In summary, if the Court wants to follow Reynolds, it should discuss the classifications historically recognized in the law for cities for the purpose of legislation, and one of these is the classification of population.


VI. CONCLUSION


Art. 5 § 46 was meant to work with the long-held dichotomy of local (municipal) versus general (state) interests. When Dr. Merrill explained the division of authority between matters of municipal and state concern, he contemplated the power of the Legislature constrained by Art. 5 § 46. Merrill, Constitutional Home Rule for Cities: Oklahoma Version, 5 Okla.L.Rev. 139, 158 (1952). Why is a matter of state concern as opposed to a matter that is merely an affair of cities or towns?


Labor relations and the conditions of industrial employment may be of more than local significance. There are elements, such as competition between localities, the effect of conditions in one locality upon the general economy, the impact of industrial disturbance and strife upon the public order, which seem to bring the "wider interest" of the state into dominance in this area. What few cases there are in Oklahoma support the claim of the state to superiority. Thus a home rule city has been held incompetent to forbid peaceful picketing, as an incident to a labor dispute, in the face of a state law permitting such picketing. Even in respect to the conditions of labor upon municipal public works, state regulation has been upheld on the ground that "regulation of the hours of labor is a state function, designed to promote the general welfare of all the people of the state, which has not been and possibly cannot be delegated to a municipality."


Id. at 171-172.


Certain labor relations are a matter of state significance. See State v. Tibbets, 21 Okla.Crim. 168, 205 P. 776 (1922), where a statute fixing the hours of labor performed on public work, and providing that the compensation paid shall conform to the wage paid for like labor in that locality was held not to violate the Constitution. Certainly, the statute at issue pertains to municipalities, but whether it regulates the affairs of a municipality versus implementing the affairs of the State is a question the Court should address.

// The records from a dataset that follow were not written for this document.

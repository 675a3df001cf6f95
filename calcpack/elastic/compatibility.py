"""Compatibility: what the redundants must be so that the released beam closes again."""

from __future__ import annotations

from collections.abc import Mapping, Sequence
from dataclasses import dataclass
from fractions import Fraction
from typing import TypeVar

from calcpack.elastic.released import Released, State
from calcpack.exact.piecewise import Piecewise
from calcpack.model.request import Effect

Term = TypeVar("Term", Fraction, Piecewise)


@dataclass(frozen=True)
class Elimination:
    """A symmetric matrix taken apart once: by (row, column) what of an earlier row is taken from a
    later one, and the rows that remain above and on the diagonal.

    Source: Gaussian elimination without exchange of rows; a flexibility matrix is positive
    definite, so no pivot is zero. Entries that are zero are left out, so a band stays a band.
    """

    size: int
    multipliers: Mapping[tuple[int, int], Fraction]
    upper: Mapping[tuple[int, int], Fraction]

    def forward(self, loads: Sequence[Term]) -> list[Term]:
        """The loads after the elimination."""
        reduced = list(loads)
        for (row, column), factor in self.multipliers.items():
            reduced[row] = reduced[row] - reduced[column] * factor
        return reduced

    def backward(self, reduced: Sequence[Term]) -> list[Term]:
        """The solution of F x = loads, from the last to the first, from the reduced loads."""
        found = list(reduced)
        for row in reversed(range(self.size)):
            for column in range(row + 1, self.size):
                if (row, column) in self.upper:
                    found[row] = found[row] - found[column] * self.upper[row, column]
            found[row] = found[row] / self.upper[row, row]
        return found

    def solve(self, loads: Sequence[Term]) -> list[Term]:
        return self.backward(self.forward(loads))


def eliminate(matrix: Sequence[Sequence[Fraction]]) -> Elimination:
    """Take a symmetric positive definite matrix apart, column by column."""
    size = len(matrix)
    rows = [{c: value for c, value in enumerate(row) if value} for row in matrix]
    multipliers: dict[tuple[int, int], Fraction] = {}
    for column in range(size):
        for row in range(column + 1, size):
            if column in rows[row]:
                factor = rows[row].pop(column) / rows[column][column]
                multipliers[row, column] = factor
                for other, value in rows[column].items():
                    if other > column:
                        left = rows[row].pop(other, Fraction(0)) - factor * value
                        if left:
                            rows[row][other] = left
    upper = {(row, c): value for row, entries in enumerate(rows) for c, value in entries.items()}
    return Elimination(size, multipliers, upper)


@dataclass(frozen=True)
class ForceMethod:
    """The force method for one beam.

    Attributes:
        released: the released beam.
        states: under each redundant alone, value 1.
        flexibility: EI_0 f_ij.
        elimination: of that matrix.
        curves: EI_0 delta_i(x), the displacement at redundant i under the unit load at x, which by
            reciprocity is the deflection at x under redundant i.
        lines: the influence lines of the redundants, solving F X + delta = 0.
    """

    released: Released
    states: tuple[State, ...]
    flexibility: tuple[tuple[Fraction, ...], ...]
    elimination: Elimination
    curves: tuple[Piecewise, ...]
    lines: Mapping[Effect, Piecewise]


def force_method(released: Released) -> ForceMethod:
    """Solve the compatibility equations for the unit load wherever it stands."""
    redundants = released.system.redundants
    states = tuple(released.under_redundant(one) for one in redundants)
    flexibility = tuple(
        tuple(released.flexibility(one, other) for other in states) for one in states
    )
    elimination = eliminate(flexibility)
    curves = tuple(released.curve(state) for state in states)
    lines = elimination.solve([-curve for curve in curves])
    return ForceMethod(
        released,
        states,
        flexibility,
        elimination,
        curves,
        dict(zip(redundants, lines, strict=True)),
    )


def deflection_line(method: ForceMethod, effect: Effect) -> Piecewise:
    """The line of a deflection (downward +) or rotation (clockwise +), in lengths and radians.

    By reciprocity it is the deflection curve of the beam under a unit load, or unit couple
    clockwise, at the effect's place: the released beam's own curve and that of its redundants.
    At a slide or hinge ``effect.face`` picks the side; needs the reference EI_0 in absolute terms.
    """
    released, at = method.released, effect.station
    side = effect.face or ("right" if at == 0 else "left")
    if effect.kind == "deflection":
        state = released.under_load(at, side)
        present = [line.value(at, side) for line in method.lines.values()]
    else:
        state = released.under_couple(at, side)
        present = [line.slope(at, side) for line in method.lines.values()]
    total = released.curve(state)
    for value, curve in zip(present, method.curves, strict=True):
        total = total + curve * value
    return total / released.reference


def settled(method: ForceMethod, movements: Mapping[Effect, Fraction]) -> dict[Effect, Fraction]:
    """Every unknown when supports give way, without load.

    Args:
        method: of the beam.
        movements: by reaction or moment reaction how far the support goes down, or turns
            clockwise, in the calculation's lengths and radians.

    The redundants solve F X + delta = 0 with delta_i = sum of r_i x movement: the work of state
    i's support forces. Source: principle of virtual forces.
    """
    released = method.released
    loads = []
    for redundant in released.system.redundants:
        given = {one: Fraction(one == redundant) for one in released.system.redundants}
        unit = released.respond(given)
        work = sum((unit[one] * by for one, by in movements.items()), Fraction(0))
        loads.append(-released.reference * work)
    found = method.elimination.solve(loads)
    return released.respond(dict(zip(released.system.redundants, found, strict=True)))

The opinion today will tie the hands of the Legislature when it seeks to protect "state interests" involved in labor relations. The Court's opinion denies to the Legislature the power to make rational classifications based upon municipal population for the purpose of protecting these interests, despite the fact that state legislatures have been making population classifications since before the creation of our Constitution. The Framers of our Constitution knew of these population classifications that protected state interests.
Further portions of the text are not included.